浅井井赖道:“这些人翻手为云覆手为雨,牵动倭国上下。”
柳之咏道:“你说的这些我也略知一二,不过我并不是太秦公的传人。”
浅井井赖笑道:“你当然不是。忍者无不是艰苦隐忍,自戒自律,只有你随心所欲,四处游**,无所事事,随波逐流。”
柳之咏不由大笑。
浅井井赖道:“你与太秦公无关,我却与太秦公密不可分!我的父亲曾是太秦公的天选之人!”
柳之咏道:“天选之人?”
浅井井赖道:“天选之人,就是太秦公所选中的倭国国王。”
柳之咏诧异问:“浅井长政曾是太秦公选中的倭国国王”
“不错,那雾隐才藏、猿飞佐助都是太秦公所训练的忍者了?”
浅井井赖道:“不错,雾隐才藏、猿飞佐助皆是浅井家的旧臣后人,我父亲亲自将他们送到伊贺和甲贺训练为最强忍者。”
猿飞佐助道:“你可知道浅井长政公的幼名么?嘿嘿!猿飞夜叉!他手下一名大将猿飞佐辅。”
柳之咏道:“我明白了,看来真正能聚集十勇士的乃是井赖兄。”
井赖道:“父亲大人的愿望是:止戈为武,四岛一家,却被织田信长那个魔头所杀!太秦公便命伊贺众和甲贺众刺杀织田信长,伊贺中忍伊贺崎道顺、城戸弥左卫门三次炮击织田信长,可惜未能得手,终于掀起了天正伊贺之祸。大战之后,服部家伺奉德川家潜藏待机,百地三太夫战流亡海外,藤林保丰不知去向。不过织田信长不知道伊贺和甲贺只是太秦公的极小势力之一,太秦公指令权部众杀死织田信长。”
柳之咏道:“难道本能寺之变是太秦公策划?”
“权部明智光秀杀死了织田信长,而后化身为南光坊天海,伺奉德川家康。”
“原来南光坊天海是明智光秀,怪不得他精通阴阳术,有一大批奇奇怪怪的忍者部众,”柳之咏道,“太秦公可真是厉害,那么如今的天选之人是谁?难道是秀赖?”

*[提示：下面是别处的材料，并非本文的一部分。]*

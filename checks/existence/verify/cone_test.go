package verify

import (
	"math/big"
	"testing"
)

func rats(v ...int64) []*big.Rat {
	out := make([]*big.Rat, len(v))
	for i := range v {
		out[i] = big.NewRat(v[i], 1)
	}
	return out
}

// Rows (1, 2), (1, 5), (1, 3) with senses ≥, ≤, =.
func small() *Cone {
	return &Cone{
		Columns: []ConeColumn{{Mantissa: []int64{1, 1, 1}}, {Mantissa: []int64{20, 50, 30}, Exponent: -1}},
		Senses:  []int8{1, -1, 0},
	}
}

func TestConeDirection(t *testing.T) {
	c := small()
	if err := ConeDirection(c, rats(3, -1), nil); err != nil {
		t.Error(err)
	}
	for name, bad := range map[string]struct {
		d        []*big.Rat
		touching []int
	}{
		"zero":            {rats(0, 0), []int{0, 1}},
		"equation":        {rats(4, -1), nil},
		"opposite":        {rats(-3, 1), nil},
		"too short":       {rats(3), nil},
		"touching listed": {rats(3, -1), []int{0}},
		"missing entry":   {[]*big.Rat{big.NewRat(3, 1), nil}, nil},
	} {
		if ConeDirection(c, bad.d, bad.touching) == nil {
			t.Errorf("%s: accepted", name)
		}
	}
	c.Senses[0] = -1
	if ConeDirection(c, rats(3, -1), nil) == nil {
		t.Error("violated row: accepted")
	}
}

func TestConeNull(t *testing.T) {
	c := &Cone{Columns: []ConeColumn{
		{Rational: []*big.Rat{big.NewRat(1, 3), big.NewRat(2, 7)}},
		{Rational: []*big.Rat{big.NewRat(1, 6), big.NewRat(1, 7)}},
		{Rows: []int32{1}, Mantissa: []int64{9}},
	}, Senses: []int8{1, 0}}
	if err := ConeNull(c, rats(1, -2, 0)); err != nil {
		t.Error(err)
	}
	if ConeNull(c, rats(1, -2, 1)) == nil || ConeNull(c, rats(0, 0, 0)) == nil || ConeNull(c, rats(1, -1, 0)) == nil {
		t.Error("accepted")
	}
}

func TestConeOverlap(t *testing.T) {
	c := small()
	c.Senses = []int8{1, 1, -1}
	// 2·(1, 2) + (1, 5) − 3·(1, 3) = 0.
	if err := ConeOverlap(c, []int{0, 1, 2}, rats(2, 1, 3)); err != nil {
		t.Error(err)
	}
	for name, bad := range map[string]struct {
		rows    []int
		weights []*big.Rat
	}{
		"changed":    {[]int{0, 1, 2}, rats(2, 1, 4)},
		"zero":       {[]int{0, 1, 2}, rats(0, 0, 0)},
		"negative":   {[]int{0, 1, 2}, rats(-2, -1, -3)},
		"none":       {nil, nil},
		"twice":      {[]int{0, 0}, rats(1, -1)},
		"range":      {[]int{0, 1, 3}, rats(2, 1, 3)},
		"short":      {[]int{0, 1, 2}, rats(2, 1)},
		"nil weight": {[]int{0, 1, 2}, []*big.Rat{big.NewRat(2, 1), nil, nil}},
	} {
		if ConeOverlap(c, bad.rows, bad.weights) == nil {
			t.Errorf("%s: accepted", name)
		}
	}
	// Sums to 0, but the rank is 1.
	low := &Cone{Columns: []ConeColumn{{Mantissa: []int64{1, 1}}, {Mantissa: []int64{2, 2}}}, Senses: []int8{1, -1}}
	if ConeOverlap(low, []int{0, 1}, rats(1, 1)) == nil {
		t.Error("low rank: accepted")
	}
	// A multiple of the prime of the residues is not 0.
	q := new(big.Rat).SetInt(new(big.Int).SetUint64(1<<63 - 25))
	high := &Cone{Columns: []ConeColumn{{Rational: []*big.Rat{q, q}}}, Senses: []int8{1, -1}}
	if err := ConeOverlap(high, []int{0, 1}, rats(1, 1)); err != nil {
		t.Error(err)
	}
}
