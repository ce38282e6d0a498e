package verify

import (
	"errors"
	"fmt"
	"math/big"

	"wellposed/checks/existence/certificate"
)

// Verify returns nil when a certificate proves what it claims. exists is the
// verdict that it is offered for.
//
// What it proves depends on the kind. For "cone" it proves the claim about the
// rows given. For "conditions" it proves the arithmetic of the inequalities. For
// "ends" it proves that the orders given add up from their parts and imply what
// is claimed about the integral; that the kernel has these orders is the
// calculus of orders, stated in the package documentation of order.
func Verify(c *certificate.Certificate, exists bool) error {
	if c == nil {
		return errors.New("no certificate")
	}
	set := 0
	for _, is := range []bool{c.Ends != nil, c.Nowhere != nil, c.Conditions != nil, c.Cone != nil, c.Parts != nil} {
		if is {
			set++
		}
	}
	if set != 1 {
		return fmt.Errorf("a certificate has one body, not %d", set)
	}
	switch {
	case c.Kind == certificate.KindEnds && c.Ends != nil:
		return ends(c.Ends, exists)
	case c.Kind == certificate.KindNowhere && c.Nowhere != nil:
		if exists {
			return errors.New("a likelihood that vanishes leaves no posterior")
		}
		return nil
	case c.Kind == certificate.KindConditions && c.Conditions != nil:
		return conditions(c.Conditions, exists)
	case c.Kind == certificate.KindCone && c.Cone != nil:
		return cone(c.Cone, exists)
	case c.Kind == certificate.KindParts && c.Parts != nil:
		if len(c.Parts.List) == 0 {
			return errors.New("no parts")
		}
		for i, p := range c.Parts.List {
			if err := Verify(p, exists); err != nil {
				return fmt.Errorf("part %d: %w", i+1, err)
			}
		}
		return nil
	}
	return fmt.Errorf("kind %q does not fit its body", c.Kind)
}

func rat(s string) (*big.Rat, error) {
	r, ok := new(big.Rat).SetString(s)
	if !ok {
		return nil, fmt.Errorf("%q is no rational number", s)
	}
	return r, nil
}

func conditions(c *certificate.Conditions, exists bool) error {
	if c.Finite != exists {
		return errors.New("the certificate is for the other verdict")
	}
	if len(c.List) == 0 {
		return errors.New("no condition")
	}
	all := true
	for _, x := range c.List {
		sum := new(big.Rat)
		for _, t := range x.Terms {
			r, err := rat(t)
			if err != nil {
				return err
			}
			sum.Add(sum, r)
		}
		if (sum.Sign() > 0) != x.Holds {
			return fmt.Errorf("%s: the sum is %s", x.Text, sum.RatString())
		}
		all = all && x.Holds
	}
	if all != c.Finite {
		return errors.New("the conditions do not give the verdict")
	}
	return nil
}

// ends: the integral of x^p (log 1/x)^q over x → 0 is finite iff p > −1, or
// p = −1 and q < −1.
func ends(c *certificate.Ends, exists bool) error {
	if c.Finite != exists {
		return errors.New("the certificate is for the other verdict")
	}
	if len(c.Ends) == 0 {
		return errors.New("no end")
	}
	minusOne := big.NewRat(-1, 1)
	all := true
	for i, e := range c.Ends {
		finite := false
		switch {
		case e.Rapid < 0:
			finite = true
		case e.Rapid > 0:
		case e.Power == "":
			switch {
			case e.PowerLow > -1 && e.PowerLow <= e.PowerHigh:
				finite = true
			case e.PowerHigh < -1 && e.PowerLow <= e.PowerHigh:
			default:
				return fmt.Errorf("end %d: the exponent is not told from −1", i+1)
			}
		default:
			p, err := rat(e.Power)
			if err != nil {
				return err
			}
			if len(e.Parts) > 0 {
				sum := new(big.Rat)
				for _, t := range e.Parts {
					r, err := rat(t.Power)
					if err != nil {
						return err
					}
					sum.Add(sum, r)
				}
				if sum.Cmp(p) != 0 {
					return fmt.Errorf("end %d: the parts add up to %s, not %s", i+1, sum.RatString(), e.Power)
				}
			}
			switch cmp := p.Cmp(minusOne); {
			case cmp > 0:
				finite = true
			case cmp == 0 && e.LogPower != "":
				q, err := rat(e.LogPower)
				if err != nil {
					return err
				}
				finite = q.Cmp(minusOne) < 0
			}
		}
		if finite != e.Finite {
			return fmt.Errorf("end %d: the order does not give what is claimed", i+1)
		}
		all = all && finite
	}
	if all != c.Finite {
		return errors.New("the ends do not give the verdict")
	}
	if c.Slice && c.Finite {
		return errors.New("a slice can't prove that a posterior exists")
	}
	if c.Finite {
		return paired(c.Ends)
	}
	return nil
}

// paired checks that the ends bound whole intervals: one approached from above
// and then a higher one approached from below, without overlap.
func paired(es []certificate.End) error {
	value := func(s string) (*big.Rat, int, error) {
		switch s {
		case "inf":
			return nil, 1, nil
		case "-inf":
			return nil, -1, nil
		}
		r, err := rat(s)
		return r, 0, err
	}
	less := func(a, b string, strict bool) (bool, error) {
		x, i, err := value(a)
		if err != nil {
			return false, err
		}
		y, j, err := value(b)
		if err != nil {
			return false, err
		}
		if i != 0 || j != 0 {
			return i < j || !strict && i == j, nil
		}
		if strict {
			return x.Cmp(y) < 0, nil
		}
		return x.Cmp(y) <= 0, nil
	}
	if es[0].Side < 0 { // a sum over whole numbers has only the far end
		if len(es) != 1 {
			return errors.New("the ends do not pair up")
		}
		return nil
	}
	if len(es)%2 != 0 {
		return errors.New("the ends do not pair up")
	}
	for i := 0; i < len(es); i += 2 {
		if es[i].Side != 1 || es[i+1].Side != -1 {
			return errors.New("the ends do not pair up")
		}
		if ok, err := less(es[i].At, es[i+1].At, true); err != nil || !ok {
			return errors.New("an interval is empty")
		}
		if i > 0 {
			if ok, err := less(es[i-1].At, es[i].At, false); err != nil || !ok {
				return errors.New("intervals overlap")
			}
		}
	}
	return nil
}

func cone(c *certificate.Cone, exists bool) error {
	if c.Overlap != exists {
		return errors.New("the certificate is for the other verdict")
	}
	if len(c.Equal) != 0 && len(c.Equal) != len(c.Rows) || c.Columns < 1 {
		return errors.New("malformed rows")
	}
	rows := make([][]*big.Rat, len(c.Rows))
	for i, texts := range c.Rows {
		if len(texts) != c.Columns {
			return fmt.Errorf("row %d has %d entries, not %d", i+1, len(texts), c.Columns)
		}
		rows[i] = make([]*big.Rat, c.Columns)
		for j, t := range texts {
			r, err := rat(t)
			if err != nil {
				return err
			}
			rows[i][j] = r
		}
	}
	equal := func(i int) bool { return len(c.Equal) > 0 && c.Equal[i] }
	if c.Overlap {
		return overlap(c, rows, equal)
	}
	if len(c.Direction) != c.Columns {
		return errors.New("the direction has the wrong length")
	}
	d := make([]*big.Rat, c.Columns)
	nonzero := false
	for j, t := range c.Direction {
		r, err := rat(t)
		if err != nil {
			return err
		}
		d[j] = r
		nonzero = nonzero || r.Sign() != 0
	}
	if !nonzero {
		return errors.New("the direction is 0")
	}
	for i, row := range rows {
		s := new(big.Rat)
		for j, v := range row {
			s.Add(s, new(big.Rat).Mul(v, d[j]))
		}
		if s.Sign() < 0 || equal(i) && s.Sign() != 0 {
			return fmt.Errorf("row %d is not free along the direction: %s", i+1, s.RatString())
		}
	}
	return nil
}

func overlap(c *certificate.Cone, rows [][]*big.Rat, equal func(int) bool) error {
	if len(c.Weights) != len(rows) {
		return errors.New("the weights have the wrong length")
	}
	sum := make([]*big.Rat, c.Columns)
	for j := range sum {
		sum[j] = new(big.Rat)
	}
	for i, t := range c.Weights {
		w, err := rat(t)
		if err != nil {
			return err
		}
		if w.Sign() <= 0 && !equal(i) {
			return fmt.Errorf("weight %d is not positive", i+1)
		}
		for j, v := range rows[i] {
			sum[j].Add(sum[j], new(big.Rat).Mul(w, v))
		}
	}
	for j, s := range sum {
		if s.Sign() != 0 {
			return fmt.Errorf("column %d of the combination is %s, not 0", j+1, s.RatString())
		}
	}
	if r := rank(rows, c.Columns); r != c.Columns {
		return fmt.Errorf("the rows have rank %d, not %d", r, c.Columns)
	}
	return nil
}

浅井井赖摇摇头,道:“秀赖乃丰臣氏后人,太秦公费尽心机掀起关河之战,又怎会将秀赖选为天选之人。”
“哦!那就是井赖兄你了。”
井赖笑而不语。
柳之咏道:“好吧!那么今晚诸位不会专门给我讲太秦公的故事吧!”
雾隐才藏道:“当然不是!太秦公有意召你入权部精英。”
柳之咏道:“如今怕是不由在下不答应吧!那就说说需要在下做些什么吧?”
浅井井赖道:“雾隐才藏受师兄石川五右卫门邀请到越后国参与了一场密会。参与这场密会的还有风魔小太郎率领风魔流、奈佐日本之助率领隐岐水军、九鬼嘉隆的熊野水军、谷轮率领的铁甲水军、铃木重秀率领的杂贺铁炮队。”
“人才济济啊!”
雾隐才藏道:“组织这场密会的是德川家康六男松平忠辉。”
柳之咏错愕道:“松平忠辉聚集这些人想要干什么?”
雾隐才藏道:“在大阪之战时,袭击徳川秀忠,软禁德川家康,夺取幕府将军之位。”
柳之咏道:“松平忠辉的职位是不是左近卫权少将?”
浅井井赖道:“是啊!”
柳之咏恍然大悟道:“我明白了,一直挑起战争的是松平忠辉。鹬蚌相争 渔翁得利。秀忠和秀赖相争,松平忠辉得利。”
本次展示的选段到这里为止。